■ **Exercise inputs**
■ ■ ■ ■

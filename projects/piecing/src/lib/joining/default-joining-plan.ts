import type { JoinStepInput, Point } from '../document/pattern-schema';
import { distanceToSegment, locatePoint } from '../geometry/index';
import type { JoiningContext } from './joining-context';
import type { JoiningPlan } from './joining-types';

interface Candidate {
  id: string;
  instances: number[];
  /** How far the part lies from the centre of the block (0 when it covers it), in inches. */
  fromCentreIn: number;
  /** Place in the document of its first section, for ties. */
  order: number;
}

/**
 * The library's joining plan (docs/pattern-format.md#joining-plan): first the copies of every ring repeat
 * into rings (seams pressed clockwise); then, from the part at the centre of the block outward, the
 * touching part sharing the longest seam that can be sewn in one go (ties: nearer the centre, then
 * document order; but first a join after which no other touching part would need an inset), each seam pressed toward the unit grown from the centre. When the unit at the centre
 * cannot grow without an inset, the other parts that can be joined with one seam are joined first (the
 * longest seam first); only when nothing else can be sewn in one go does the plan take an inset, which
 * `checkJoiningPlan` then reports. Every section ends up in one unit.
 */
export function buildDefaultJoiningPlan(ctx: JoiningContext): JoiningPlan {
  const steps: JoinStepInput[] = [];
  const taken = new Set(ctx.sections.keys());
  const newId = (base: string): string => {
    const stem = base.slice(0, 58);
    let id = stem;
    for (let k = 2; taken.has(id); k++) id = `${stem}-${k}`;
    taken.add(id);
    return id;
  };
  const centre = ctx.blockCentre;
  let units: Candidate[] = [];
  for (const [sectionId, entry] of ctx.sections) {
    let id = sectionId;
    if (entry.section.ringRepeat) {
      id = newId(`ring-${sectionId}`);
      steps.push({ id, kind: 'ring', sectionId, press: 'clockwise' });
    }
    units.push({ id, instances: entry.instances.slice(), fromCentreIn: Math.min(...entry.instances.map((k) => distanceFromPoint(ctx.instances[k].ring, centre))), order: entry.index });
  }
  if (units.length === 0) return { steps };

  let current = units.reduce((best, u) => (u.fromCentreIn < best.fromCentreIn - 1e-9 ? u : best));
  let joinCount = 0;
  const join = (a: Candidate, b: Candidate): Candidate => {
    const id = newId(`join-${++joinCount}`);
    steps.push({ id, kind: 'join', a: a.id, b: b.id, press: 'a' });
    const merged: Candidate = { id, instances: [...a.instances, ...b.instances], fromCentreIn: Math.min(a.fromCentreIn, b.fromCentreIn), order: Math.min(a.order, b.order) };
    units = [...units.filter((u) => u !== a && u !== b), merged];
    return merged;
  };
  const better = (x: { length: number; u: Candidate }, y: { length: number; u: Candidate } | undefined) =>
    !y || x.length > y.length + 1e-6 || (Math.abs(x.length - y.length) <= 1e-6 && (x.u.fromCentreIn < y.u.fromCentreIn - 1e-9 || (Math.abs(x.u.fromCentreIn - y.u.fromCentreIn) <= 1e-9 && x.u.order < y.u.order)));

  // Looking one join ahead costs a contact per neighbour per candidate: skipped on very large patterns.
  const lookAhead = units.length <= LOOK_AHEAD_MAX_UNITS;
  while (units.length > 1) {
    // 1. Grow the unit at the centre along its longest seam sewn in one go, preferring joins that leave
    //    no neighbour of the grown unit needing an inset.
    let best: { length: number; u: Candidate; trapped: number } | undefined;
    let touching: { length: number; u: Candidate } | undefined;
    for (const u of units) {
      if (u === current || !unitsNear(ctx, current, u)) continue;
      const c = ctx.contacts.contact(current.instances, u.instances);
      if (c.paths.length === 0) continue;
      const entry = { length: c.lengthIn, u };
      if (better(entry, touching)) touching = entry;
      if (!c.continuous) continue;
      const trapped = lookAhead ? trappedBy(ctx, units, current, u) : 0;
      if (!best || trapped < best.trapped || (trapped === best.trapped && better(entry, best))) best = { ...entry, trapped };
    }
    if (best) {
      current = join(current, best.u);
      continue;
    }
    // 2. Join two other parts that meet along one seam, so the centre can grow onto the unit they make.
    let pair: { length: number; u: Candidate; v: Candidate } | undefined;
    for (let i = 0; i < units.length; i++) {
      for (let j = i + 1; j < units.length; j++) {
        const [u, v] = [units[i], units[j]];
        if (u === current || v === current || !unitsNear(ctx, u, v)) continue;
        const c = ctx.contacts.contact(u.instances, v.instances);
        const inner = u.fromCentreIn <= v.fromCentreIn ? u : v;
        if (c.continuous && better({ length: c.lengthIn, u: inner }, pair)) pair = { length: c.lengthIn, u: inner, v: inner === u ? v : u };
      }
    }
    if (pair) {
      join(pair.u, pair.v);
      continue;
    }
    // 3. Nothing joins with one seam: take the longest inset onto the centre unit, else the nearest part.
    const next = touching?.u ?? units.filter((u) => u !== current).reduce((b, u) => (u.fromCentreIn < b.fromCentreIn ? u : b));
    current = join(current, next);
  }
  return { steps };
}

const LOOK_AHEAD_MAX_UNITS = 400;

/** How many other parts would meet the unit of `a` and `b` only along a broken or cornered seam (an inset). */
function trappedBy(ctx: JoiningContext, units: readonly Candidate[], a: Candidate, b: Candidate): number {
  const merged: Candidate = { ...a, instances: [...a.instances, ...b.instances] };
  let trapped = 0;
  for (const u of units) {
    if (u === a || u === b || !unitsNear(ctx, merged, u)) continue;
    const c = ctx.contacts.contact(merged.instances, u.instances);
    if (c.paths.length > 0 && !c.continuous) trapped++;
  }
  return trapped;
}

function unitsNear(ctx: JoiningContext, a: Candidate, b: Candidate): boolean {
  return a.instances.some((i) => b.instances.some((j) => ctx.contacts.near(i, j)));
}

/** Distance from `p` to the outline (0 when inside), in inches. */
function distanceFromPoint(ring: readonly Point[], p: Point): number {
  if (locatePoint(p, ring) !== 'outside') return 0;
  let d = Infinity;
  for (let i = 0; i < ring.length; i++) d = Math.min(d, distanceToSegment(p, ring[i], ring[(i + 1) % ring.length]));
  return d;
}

■ ■ ■ ■

■ **What to produce**
An unaltered transcription of all the data above is needed.

■ **Task response**
filename projects/piecing/src/lib/joining/default-joining-plan.ts
import type { JoinStepInput, Point } from '../document/pattern-schema';
import { distanceToSegment, locatePoint } from '../geometry/index';
import type { JoiningContext } from './joining-context';
import type { JoiningPlan } from './joining-types';

interface Candidate {
  id: string;
  instances: number[];
  /** How far the part lies from the centre of the block (0 when it covers it), in inches. */
  fromCentreIn: number;
  /** Place in the document of its first section, for ties. */
  order: number;
}

/**
 * The library's joining plan (docs/pattern-format.md#joining-plan): first the copies of every ring repeat
 * into rings (seams pressed clockwise); then, from the part at the centre of the block outward, the
 * touching part sharing the longest seam that can be sewn in one go (ties: nearer the centre, then
 * document order; but first a join after which no other touching part would need an inset), each seam pressed toward the unit grown from the centre. When the unit at the centre
 * cannot grow without an inset, the other parts that can be joined with one seam are joined first (the
 * longest seam first); only when nothing else can be sewn in one go does the plan take an inset, which
 * `checkJoiningPlan` then reports. Every section ends up in one unit.
 */
export function buildDefaultJoiningPlan(ctx: JoiningContext): JoiningPlan {
  const steps: JoinStepInput[] = [];
  const taken = new Set(ctx.sections.keys());
  const newId = (base: string): string => {
    const stem = base.slice(0, 58);
    let id = stem;
    for (let k = 2; taken.has(id); k++) id = `${stem}-${k}`;
    taken.add(id);
    return id;
  };
  const centre = ctx.blockCentre;
  let units: Candidate[] = [];
  for (const [sectionId, entry] of ctx.sections) {
    let id = sectionId;
    if (entry.section.ringRepeat) {
      id = newId(`ring-${sectionId}`);
      steps.push({ id, kind: 'ring', sectionId, press: 'clockwise' });
    }
    units.push({ id, instances: entry.instances.slice(), fromCentreIn: Math.min(...entry.instances.map((k) => distanceFromPoint(ctx.instances[k].ring, centre))), order: entry.index });
  }
  if (units.length === 0) return { steps };

  let current = units.reduce((best, u) => (u.fromCentreIn < best.fromCentreIn - 1e-9 ? u : best));
  let joinCount = 0;
  const join = (a: Candidate, b: Candidate): Candidate => {
    const id = newId(`join-${++joinCount}`);
    steps.push({ id, kind: 'join', a: a.id, b: b.id, press: 'a' });
    const merged: Candidate = { id, instances: [...a.instances, ...b.instances], fromCentreIn: Math.min(a.fromCentreIn, b.fromCentreIn), order: Math.min(a.order, b.order) };
    units = [...units.filter((u) => u !== a && u !== b), merged];
    return merged;
  };
  const better = (x: { length: number; u: Candidate }, y: { length: number; u: Candidate } | undefined) =>
    !y || x.length > y.length + 1e-6 || (Math.abs(x.length - y.length) <= 1e-6 && (x.u.fromCentreIn < y.u.fromCentreIn - 1e-9 || (Math.abs(x.u.fromCentreIn - y.u.fromCentreIn) <= 1e-9 && x.u.order < y.u.order)));

  // Looking one join ahead costs a contact per neighbour per candidate: skipped on very large patterns.
  const lookAhead = units.length <= LOOK_AHEAD_MAX_UNITS;
  while (units.length > 1) {
    // 1. Grow the unit at the centre along its longest seam sewn in one go, preferring joins that leave
    //    no neighbour of the grown unit needing an inset.
    let best: { length: number; u: Candidate; trapped: number } | undefined;
    let touching: { length: number; u: Candidate } | undefined;
    for (const u of units) {
      if (u === current || !unitsNear(ctx, current, u)) continue;
      const c = ctx.contacts.contact(current.instances, u.instances);
      if (c.paths.length === 0) continue;
      const entry = { length: c.lengthIn, u };
      if (better(entry, touching)) touching = entry;
      if (!c.continuous) continue;
      const trapped = lookAhead ? trappedBy(ctx, units, current, u) : 0;
      if (!best || trapped < best.trapped || (trapped === best.trapped && better(entry, best))) best = { ...entry, trapped };
    }
    if (best) {
      current = join(current, best.u);
      continue;
    }
    // 2. Join two other parts that meet along one seam, so the centre can grow onto the unit they make.
    let pair: { length: number; u: Candidate; v: Candidate } | undefined;
    for (let i = 0; i < units.length; i++) {
      for (let j = i + 1; j < units.length; j++) {
        const [u, v] = [units[i], units[j]];
        if (u === current || v === current || !unitsNear(ctx, u, v)) continue;
        const c = ctx.contacts.contact(u.instances, v.instances);
        const inner = u.fromCentreIn <= v.fromCentreIn ? u : v;
        if (c.continuous && better({ length: c.lengthIn, u: inner }, pair)) pair = { length: c.lengthIn, u: inner, v: inner === u ? v : u };
      }
    }
    if (pair) {
      join(pair.u, pair.v);
      continue;
    }
    // 3. Nothing joins with one seam: take the longest inset onto the centre unit, else the nearest part.
    const next = touching?.u ?? units.filter((u) => u !== current).reduce((b, u) => (u.fromCentreIn < b.fromCentreIn ? u : b));
    current = join(current, next);
  }
  return { steps };
}

const LOOK_AHEAD_MAX_UNITS = 400;

/** How many other parts would meet the unit of `a` and `b` only along a broken or cornered seam (an inset). */
function trappedBy(ctx: JoiningContext, units: readonly Candidate[], a: Candidate, b: Candidate): number {
  const merged: Candidate = { ...a, instances: [...a.instances, ...b.instances] };
  let trapped = 0;
  for (const u of units) {
    if (u === a || u === b || !unitsNear(ctx, merged, u)) continue;
    const c = ctx.contacts.contact(merged.instances, u.instances);
    if (c.paths.length > 0 && !c.continuous) trapped++;
  }
  return trapped;
}

function unitsNear(ctx: JoiningContext, a: Candidate, b: Candidate): boolean {
  return a.instances.some((i) => b.instances.some((j) => ctx.contacts.near(i, j)));
}

/** Distance from `p` to the outline (0 when inside), in inches. */
function distanceFromPoint(ring: readonly Point[], p: Point): number {
  if (locatePoint(p, ring) !== 'outside') return 0;
  let d = Infinity;
  for (let i = 0; i < ring.length; i++) d = Math.min(d, distanceToSegment(p, ring[i], ring[(i + 1) % ring.length]));
  return d;
}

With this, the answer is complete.